One of the greatest songs ever is “100 Years” by Five For Fighting. I have written enough and have a long enough track record, I see it in my work. I keep thinking about someday I am going to do this or that and then before I realize it, life has just flown by. Before I started writing on AltF4, I was journaling about once a week. I have been doing that for probably fifteen years.

When I read my original writings, I still have the same delimas and I have the same unfulfilled desires. Even the lyrics of the song ring true. We we are young, we want to be older, then we are concerned with our career and future. Before we know it, we are caught up in work and family until all of the sudden, we are in our twilight. I know that I am definitely into the same pattern, where I am so busy trying to get ahead that i am missing the present.

We actually had two parties for my Grandma. The first one was family only and the second one was pretty open. It is a good sign when a couple hundred people come to to your birthday party. I have been to a lot of social events and it isn’t that often that you get that many people to an old person’s event. That says a lot to the lot about the kind of life that she leads.

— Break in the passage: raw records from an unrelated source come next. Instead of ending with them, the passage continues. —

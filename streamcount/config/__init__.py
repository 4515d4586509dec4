"""Settings: frozen dataclasses (:mod:`.settings`) validated from YAML by one rules table
(:mod:`.load`)."""

from __future__ import annotations

__all__: list[str] = []
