"""Typed, frozen configuration.

Every section of the YAML file maps to one frozen dataclass below; the field names are the
config keys, the command-line options (``--min-support`` is ``min_support``) and the names
used in JSON output and metrics. ``config/default.yaml`` documents every key.

Loading (``load_config``, ``config_from_mapping``) lives in :mod:`streamcount.config.load`
and every rule a value must keep in :mod:`streamcount.config.checks`: a YAML mapping is
validated once into a :class:`Config`; an unknown key or a bad value raises
:class:`~streamcount.errors.ConfigError` naming the dotted key, the value and the rule.
"""

from __future__ import annotations

from dataclasses import dataclass, field

__all__ = [
    "DEFAULT_LISTEN",
    "DEFAULT_PORT",
    "MAX_TIMESTAMP",
    "AlertsConfig",
    "CheckpointConfig",
    "ClusterConfig",
    "Config",
    "CsvConfig",
    "EngineConfig",
    "HistoryConfig",
    "InputConfig",
    "ItemsConfig",
    "JsonlConfig",
    "LoggingConfig",
    "MetricsConfig",
    "NatsConfig",
    "PageConfig",
    "RulesConfig",
    "ServerConfig",
    "SinksConfig",
    "WebhookConfig",
]


#: event timestamps are epoch seconds; one this large is in another unit (ms, us, ns) or garbage
MAX_TIMESTAMP = 1e11

#: streamcount's own default TCP port for /metrics and the JSON API. Unassigned in the IANA
#: registry (10632-10799), absent from nmap's port-frequency list, outside the Prometheus
#: exporter range 9100-9999 (fully allocated) and below the ephemeral ranges; the reasons are
#: in CHANGELOG.md. Every config, example and doc quotes this value (tests/test_default_port.py).
DEFAULT_PORT = 10697
#: the default ``server.listen``: loopback only, so nothing is exposed until configured
DEFAULT_LISTEN = f"127.0.0.1:{DEFAULT_PORT}"


@dataclass(frozen=True, slots=True)
class JsonlConfig:
    """Field names of a JSON lines record; dotted paths reach into nested objects."""

    id_field: str = "id"
    ts_field: str = "ts"
    items_field: str = "items"
    #: inside each element of the items list, the key holding the item name (``null``: the
    #: elements are the names themselves), e.g. ``sku`` for ``"items": [{"sku": "tea"}]``.
    item_name_field: str | None = None


@dataclass(frozen=True, slots=True)
class CsvConfig:
    """CSV order lines: one row per line item, rows of one order grouped into a transaction."""

    order_field: str = "order_id"
    item_field: str = "item"
    ts_field: str = "ts"
    quantity_field: str | None = None
    delimiter: str = ","
    header: bool = True
    #: an order still open this long (event time) after its last row is closed
    order_close_seconds: float = 30.0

End Your Programming Routine: It’s kind of hard to get dedicated time at someone’s special day. It is always like that at birthdays and weddings. But, I recently I spent an hour on the couch reminiscing about her party certain life events that I had never heard about this previously. It was a good conversation and I didn’t want to leave her in the room alone when everyone went to another room. It was a good time and I wish many more but I realize that there probably won’t be too many more. Not only do I need to take my own advice about my own life but I need to make sure that I take advantage of this relationship while I still can.